Different places, different screenings. At the 10th edition of the Mumbai Film Festival held recently, the crowd was split between what locals call ‘Town’ (the other side of the Bandra-Worli sea link) and the hub of the film industry in Mumbai, Versova. Whichever side you picked, it meant losing out on one half of the crowd and the films. The adventurous few, such as Sudhish Kamath, decided to have the best of both worlds, after carefully picking the films and still ended up missing a few good ones. Here’s a glimpse of films you must look out for
1. The Great Beauty (La Grande Belleza)
This Paulo Sorrentino film is an instant classic, full of quotable quotes and spectacular cinematography. One of the best films you will see all your life, this is one hell of a trip into the mind of a writer facing an existential crisis after his 65th birthday. The ‘meaning of life’ films usually run the risk of being pretentious but this one turns the genre on its head and delivers a fully accessible film that will make you laugh and think. It’s bizarre, quirky, whimsical and the most profound film about ‘nothing’. Because that’s the only meaning of life.
2. Before Midnight
Richard Linklater’s third chapter after Before Sunrise and Before Sunset, is one of the rare films to actually better the first two. Set nine years after Before Sunset (which was set nine years after Before Sunrise), this is a perfect contrast to the first film as the action goes indoor and the exploration turns internal. Jesse and Celine are no longer interested in the sights and sounds of an exotic city and much of the conversation this time happens in personal space because it’s a lot more intimate than the first few films. Get ready to have your heart broken. Almost.
3. Inside Llewyn Davis
The Coens are back and how. While musicals usually chronicle the rise and fall of a band or the life and times of an artiste, this one chooses to dwell on the life of a struggling musician and gives us a glimpse of his life over the course of just one week but in a way that it rips your heart out and puts it back, without ever getting melodramatic. Yes, struggle without resorting to theatrics or drama. This is a sublime film, a masterclass on keeping it real even in a genre that gives you every license to sing and dance.
4. Blue Is The Warmest Colour (La Vie D’Adele)
This controversial film by Abdellatif Kechiche contains explicit lesbian sex scenes that don’t seem to end. While the merit of the length of these scenes can be debated, there is no denying that this is a coming-of-age film like none other because of the way it captures heartbreak, blow by blow, tear by tear. Despite its almost three-hour length, this is an absolutely riveting film that explores same-sex relationships without really making a big deal about the angst of acceptance from society.

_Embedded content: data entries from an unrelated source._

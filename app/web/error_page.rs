//! The page behind every error: what happened, what is kept, the way forward, and a reference number where the log has more.

use crate::components::{self, Page};
use crate::page_error::PageError;
use crate::visitor::Visitor;
use crate::{App, links};
use axum::response::{IntoResponse, Response};
use maud::{Markup, html};

/// Renders it and logs what is the program's own fault, once.
#[must_use]
pub fn render(app: &App, visitor: &Visitor, fault: &PageError) -> Response {
    let reference = app.fresh().simple().to_string().chars().skip(20).collect::<String>();
    match fault {
        PageError::Broken { cause } => tracing::error!(%reference, %cause, "a page failed"),
        PageError::NotKnown | PageError::ReadOnly => tracing::warn!(%reference, %fault, "the store did not answer"),
        _ => {}
    }
    let (title, body) = words(visitor, fault, &reference);
    let page = Page::new(title, body).narrow().render(visitor);
    (fault.status(), page).into_response()
}

fn words(visitor: &Visitor, fault: &PageError, reference: &str) -> (&'static str, Markup) {
    let home = components::link_button(&links::home(), "Go to the start page");
    match fault {
        PageError::NotFound { what } => ("Not found", not_found(visitor, what)),
        PageError::SignInFirst { sign_in } => (
            "Sign in first",
            html! { p { "This page is for people who are signed in." } (components::link_button(sign_in, "Sign in")) },
        ),
        PageError::WrongMethod => ("Not here", html! { p { "This address does not take that request." } (home) }),
        PageError::NotAllowed { why } => (
            "Not yours to do",
            html! { p { (why) } p.quiet { "If it should be, ask an administrator to change what your account may do." } (home) },
        ),
        PageError::FormToken => (
            "The form was too old",
            html! {
                p { "This form was made before you signed in, or came from another page, so nothing was recorded." }
                p { "Go back, load the page again, and send it once more. What you typed is still in the form you came from." }
                (home)
            },
        ),
        PageError::BadForm { why } => (
            "The form could not be read",
            html! { p { (why) } p { "Nothing was recorded. Go back; what you typed is still there." } (home) },
        ),
        PageError::TooLarge { most } => (
            "Too large",
            html! { p { "More was sent than fits here: at most " (most) ". Nothing was recorded." } (home) },
        ),
        PageError::Fields { errors } => (
            "Some fields need attention",
            html! {
                p { "Nothing was recorded yet. Go back; what you typed is still there." }
                dl.faults { @for e in errors { dt { (e.label) } dd { (e.message) } } }
            },
        ),
        PageError::Stale { conflicts } => (
            "Somebody else changed this meanwhile",
            html! { p { "Go back and load the page again to see what stands now." } ul { @for c in conflicts { li { (c.label) } } } },
        ),
        PageError::NotNow { why } => ("Not at this point", html! { p { (why) } (home) }),
        PageError::OtherContent => (
            "Already sent",
            html! { p { "This form was already sent once, with other content. The first sending counts." } p { "Load the page again to see what is recorded, and enter the change there." } (home) },
        ),
        PageError::NotKnown => (
            "Not known yet",
            html! {
                p { "The disk did not confirm in time whether this was recorded. Send the same form again: if it was kept, it is not kept twice." }
                p.quiet { "Reference " code { (reference) } }
            },
        ),
        PageError::ReadOnly => (
            "Nothing can be recorded at present",
            html! {
                p { "The disk of the server refuses to write. Reading still works. Keep this form open and send it again later; tell whoever keeps the server." }
                p.quiet { "Reference " code { (reference) } }
            },
        ),
        PageError::Broken { .. } => (
            "Something broke here",
            html! {
                p { "This is a fault of the program, not of what you entered. Nothing half done was kept." }
                p { "Try again. If it happens again, give this reference to whoever keeps the server: " code { (reference) } }
                (home)
            },
        ),
    }
}

fn not_found(visitor: &Visitor, what: &str) -> Markup {
    html! {
        p { (what) " is not here. It may be spelt otherwise, or belong to another site." }
        @if visitor.person.is_some() {
            (components::search_box(""))
            p { a href=(links::sites()) { "See all sites" } " or " a href=(links::home()) { "go to the start page" } "." }
        } @else {
            (components::link_button(&links::home(), "Go to the start page"))
        }
    }
}
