//! The web pages: one screen a file; a handler extracts, makes one call, and shows a page or redirects.
//!
//! Addresses stand in `routes.rs`, links in `links.rs`, who may open what in `access.rs`. No SQL, no formula and no
//! permission decided in markup.

pub mod access;
pub mod app;
pub mod clock_words;
pub mod components;
pub mod conflict_page;
pub mod cookies;
pub mod error_page;
pub mod extract;
pub mod headers;
pub mod links;
pub mod packaging;
pub mod page_error;
pub mod pages;
pub mod pictures;
pub mod posted;
pub mod progress;
pub mod routes;
pub mod serve;
pub mod sessions;
pub mod sheet_form;
pub mod sheet_words;
pub mod static_files;
pub mod unanswered;
pub mod verdicts;
pub mod visitor;

#[cfg(test)]
#[expect(clippy::disallowed_methods, reason = "the world of the tests is its own program: it makes the ids")]
mod tests;

pub use app::App;
pub use page_error::PageError;
pub use routes::router;
pub use serve::serve;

On the contrary, the only angst here is of heartbreak and that makes this is a significantly inclusive film.
5. The Past (Le Passe)
Asghar Farhadi’s follow up to A Separation is almost a sequel of sorts, thematically... at least, in the way it uncovers truth, layer by layer. Farhadi knows what makes relationships tick and this is yet another exposition of the nuts and bolts of the mechanisms of how things fall apart between people. From the innovative opening credits to one of the finest last shots ever, this is a fascinating film about holding on to the undead past.
6. All Is Lost
J.C. Chandor’s largely dialogue-less film (in fact, barring a couple of brief monologues, the film has no lines) given that it is one-man show. The story and adventure of a man adrift in the Indian Ocean without even a tiger for company. And that means Robert Redford’s performance, every bit Oscar-worthy, is the film. This is a masterclass for actors.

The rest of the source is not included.